Any good Bass presets made by Bassists?

Slammin Mofo

Inspired
I'm not a bassist myself, so I really don't know how to achieve a good Marcus Miller or Nathan East type of sound... but if someone more experienced in all things bass could provide a good bass preset for a Passive Pickups Jazz Bass, I'd definitely appreciate it!
 
I'm not a bassist myself, so I really don't know how to achieve a good Marcus Miller or Nathan East type of sound... but if someone more experienced in all things bass could provide a good bass preset for a Passive Pickups Jazz Bass, I'd definitely appreciate it!

For that type of tone, making sure you have a fresh set of stainless strings (fairly light guage) is probably most important. Tone control on the bass should be wide open.
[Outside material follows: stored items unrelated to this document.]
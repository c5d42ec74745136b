/** What a column of a log can hold. Two columns of `time` (a day and a clock) are read as one stamp. */
export const logQuantities = [
  'time',
  'voltage',
  'current',
  'power',
  'temperature',
  'lowestCell',
  'highestCell',
  'cell',
  'counter',
] as const;
/** `cell` is one cell's voltage (several columns give the lowest and the highest); `counter` a running Ah count. */
export type LogQuantity = (typeof logQuantities)[number];

/** How stamps are written, in the words a form can show. */
export const timeFormatLabels = {
  ymd: 'date and time, year first',
  dmy: 'date and time, day first',
  mdy: 'date and time, month first',
  clock: 'time of day',
  elapsedClock: 'time since the start, as h:min:s',
  elapsedMs: 'milliseconds since the start',
  elapsedS: 'seconds since the start',
  elapsedMin: 'minutes since the start',
  elapsedH: 'hours since the start',
  epochS: 'seconds since 1970',
  epochMs: 'milliseconds since 1970',
  serialDays: 'days since 1900, as spreadsheets count',
} as const;
export type TimeFormat = keyof typeof timeFormatLabels;

/** How the columns of a log are read. `index` and `headerLine` (the last line above the rows)
 * count from 0; a `headerLine` of -1 means none. */
export interface LogMapping {
  delimiter: ',' | ';' | '\t';
  decimal: '.' | ',';
  headerLine: number;
  columns: { index: number; quantity: LogQuantity; unit: string }[];
  timeFormat: string;
  /** Part of the log to use, in seconds from its first stamp; without it the discharge is looked for. */
  window?: { startS: number; endS: number } | null;
  /** Sign of the current while discharging; `auto` lets the voltage tell. */
  dischargeSign?: 'auto' | 'positive' | 'negative';
  /** Whether the charge in a gap is counted from the readings at its ends, or left out. */
  gaps?: 'count' | 'leaveOut';
}

/** Reasons why a log gives no result; all are expected and worded for its owner. */
export type LogFailureReason =
  | 'empty'
  | 'binary'
  | 'wrongEncoding'
  | 'noTable'
  | 'delimiterUnclear'
  | 'badMapping'
  | 'noTimeColumn'
  | 'noCurrentColumn'
  | 'unreadableTime'
  | 'unreadableRows'
  | 'lineTooLong'
  | 'tooManyRows'
  | 'tooFewRows'
  | 'filesDiffer'
  | 'filesUnordered'
  | 'signUnclear'
  | 'noDischarge'
  | 'badWindow';

/** An expected failure. `row` is the line in the file counted from 1, `column` the column counted from 1. */
export interface LogFailure {
  ok: false;
  reason: LogFailureReason;
  message: string;
  row?: number;
  column?: number;
}

/** A remark on a log that was read all the same. */
export interface LogWarning {
  code: string;
  text: string;
  count?: number;
  /** Line in the file, counted from 1. */
  atRow?: number;
}

/** Readings of a log, one entry per usable row; a channel the log does not have is null, a missing value NaN. */
export interface LogSamples {
  ok: true;
  /** Seconds on the format's own scale, as written (not yet put in order). */
  timeS: Float64Array;
  currentA: Float64Array;
  voltageV: Float64Array | null;
  powerW: Float64Array | null;
  temperatureC: Float64Array | null;
  lowestCellV: Float64Array | null;
  highestCellV: Float64Array | null;
  counterAh: Float64Array | null;
  /** Line of each reading in the file, counted from 1. */
  row: Int32Array;
  timeFormat: TimeFormat;
  rowsRead: number;
  rowsSkipped: number;
  warnings: LogWarning[];
}

/** A log integrated (calculation 1), of the whole bank. Times are seconds from the log's first stamp. */
export interface LogResult {
  ok: true;
  capacityAh: number;
  /** Null without a voltage or power column. */
  energyWh: number | null;
  /** Mean over the time under load, pauses left out. */
  meanCurrentA: number;
  meanTemperatureC: number | null;
  startTemperatureC: number | null;
  endTemperatureC: number | null;
  startVoltageV: number | null;
  /** Voltages at the end are the last under load, before it was taken off. */
  endVoltageV: number | null;
  /** Cells before the load was put on. */
  lowestCellAtStartV: number | null;
  highestCellAtStartV: number | null;
  /** Cells at the end of the charge before, if the log begins early enough. */
  lowestCellAtFullV: number | null;
  highestCellAtFullV: number | null;
  lowestCellAtEndV: number | null;
  highestCellAtEndV: number | null;
  /** Length of the window, pauses included. */
  durationS: number;
  /** Time under load. */
  dischargingS: number;
  windowStartS: number;
  windowEndS: number;
  /** First stamp as an instant, its clock read as UTC; null where the log has no dates. */
  firstStamp: string | null;
  rowsRead: number;
  rowsUsed: number;
  rowsSkipped: number;
  legs: number;
  /** Share of the capacity that was counted across gaps. */
  gapChargeFraction: number;
  /** Share of the capacity counted across the largest gap. */
  largestGapFraction: number;
  /** Relative standard uncertainty that the gaps bring. */
  gapRelSd: number;
  warnings: LogWarning[];
  series: LogSeries;
}

/** A log thinned for drawing: at most 600 points that keep the extremes of voltage and current. */
export interface LogSeries {
  timeS: number[];
  voltageV: (number | null)[];
  currentA: number[];
  temperatureC: (number | null)[];
}

/** Shorthand for an expected failure. */
export const logFailure = (
  reason: LogFailureReason,
  message: string,
  where: { row?: number; column?: number } = {},
): LogFailure => ({ ok: false, reason, message, ...where });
The patch would probably be faily simple. Maybe a comp block (studio) first. Use the tube pre in the amp block. No cab. Definitely use a MBC block near the end of the chain (set it to say, 250 hz and 1500hz). After that, it would probably just be setting the amp controls to taste. You might need a GEQ or PEQ to bump up some of the highs (that's a bright bass tone).
 
I'm not a bassist myself, so I really don't know how to achieve a good Marcus Miller or Nathan East type of sound... but if someone more experienced in all things bass could provide a good bass preset for a Passive Pickups Jazz Bass, I'd definitely appreciate it!
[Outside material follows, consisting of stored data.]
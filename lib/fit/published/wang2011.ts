import { GAS_CONSTANT, kelvin } from './arrhenius';

/** Discharge rates of the study, with its pre-exponential factor at each. */
const FACTOR_AT_IT = { 0.5: 31630, 2: 21681, 6: 12934, 10: 15512 } as const;
const EXPONENT = 0.55;

export type WangRate = keyof typeof FACTOR_AT_IT;

/**
 * Capacity lost by cycling, fraction of the start: B(C) exp((-31700 + 370.3 C)/(R T)) Ah^0.55 %.
 * `throughputAh` is of the study's 2.2 Ah cell; only the four rates of the study are defined.
 * Source: J. Wang et al. 2011, J. Power Sources 196, 3942-3948.
 */
export function wangCycleLoss(dischargeIt: WangRate, temperatureC: number, throughputAh: number): number {
  return (ratePercent(dischargeIt, temperatureC) * throughputAh ** EXPONENT) / 100;
}

/** Throughput of the 2.2 Ah cell, Ah, at which `lossFraction` is lost. Source as for wangCycleLoss. */
export function wangThroughputToLoss(
  dischargeIt: WangRate,
  temperatureC: number,
  lossFraction: number,
): number {
  return ((100 * lossFraction) / ratePercent(dischargeIt, temperatureC)) ** (1 / EXPONENT);
}

function ratePercent(dischargeIt: WangRate, temperatureC: number): number {
  const exponent = (-31700 + 370.3 * dischargeIt) / (GAS_CONSTANT * kelvin(temperatureC));
  return FACTOR_AT_IT[dischargeIt] * Math.exp(exponent);
}
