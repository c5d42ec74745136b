import { arrhenius } from './arrhenius';

const SECONDS_PER_YEAR = 365 * 86400;

/** One period of storage or use under constant conditions. */
export interface StoragePeriod {
  temperatureC: number;
  /** Mean state of charge, 0..1. */
  socFraction: number;
  years: number;
}

/**
 * Capacity lost by the calendar, fraction of rated, after `years` of 365 days under constant conditions.
 * Source: M. Naumann et al. 2018, J. Energy Storage 17, 153-169.
 */
export function naumannCalendarLoss({ temperatureC, socFraction, years }: StoragePeriod): number {
  return calendarRate(temperatureC, socFraction) * Math.sqrt(years);
}

/** The same over several periods: with a square-root law the squares of the losses add. */
export function naumannCalendarLossOver(periods: readonly StoragePeriod[]): number {
  return Math.sqrt(periods.reduce((sum, period) => sum + naumannCalendarLoss(period) ** 2, 0));
}

/** Years of 365 days until the calendar alone has taken `lossFraction`. Source as for naumannCalendarLoss. */
export function naumannYearsToLoss(temperatureC: number, socFraction: number, lossFraction: number): number {
  return (lossFraction / calendarRate(temperatureC, socFraction)) ** 2;
}

/**
 * Capacity lost by cycling alone, fraction of rated, after `efc` equivalent full cycles.
 * Source: M. Naumann, F. B. Spingler, A. Jossen 2020, J. Power Sources 451, 227666.
 */
export function naumannCycleLoss(cRateIt: number, depthFraction: number, efc: number): number {
  const rate = 0.063 * cRateIt + 0.0971;
  const depth = 4.0253 * (depthFraction - 0.6) ** 3 + 1.0923;
  return (rate * depth * Math.sqrt(efc)) / 100;
}

// Loss after one year.
function calendarRate(temperatureC: number, socFraction: number): number {
  const charge = 2.8575 * (socFraction - 0.5) ** 3 + 0.60225;
  return 1.2571e-5 * arrhenius(17126, temperatureC) * charge * Math.sqrt(SECONDS_PER_YEAR);
}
Well, for the MM sound, things are generally pretty clean. In the real world, you'd plug into an SWR MM head or an EBS HD360 bass head into a couple of 4x10+tweeter cabinets and be done with it. Here are a couple of links that may be helpful as guides:

DoctorBass.net / your bass shop / SWR Marcus Miller Preamp

How can i get the Marcus Miller tone? @ Ultimate-Guitar.Com Forum Archive

Marcus Miller | EBS Professional Bass Equipment - Official Blog

To be honest, and from what I know about bass tones in that genre, this is a fairly clean tone. The preamp may be used for subtle tube overdrive or to flavor the sound a little, but there's really not much going on with the amp sound beyond a clean signal path. This being the case, I'd start with perhaps the tube pre type in the amp block, though a clean setting on the SVT amp could also be used. This would be mainly for subtle B/M/T tone shaping and to add some tube simulation to the sound, and that's about it. Try a 4x10 alum or the new 4x10 + tweeter cabinet model, or perhaps no cabinet at all for an ultra-clean tone.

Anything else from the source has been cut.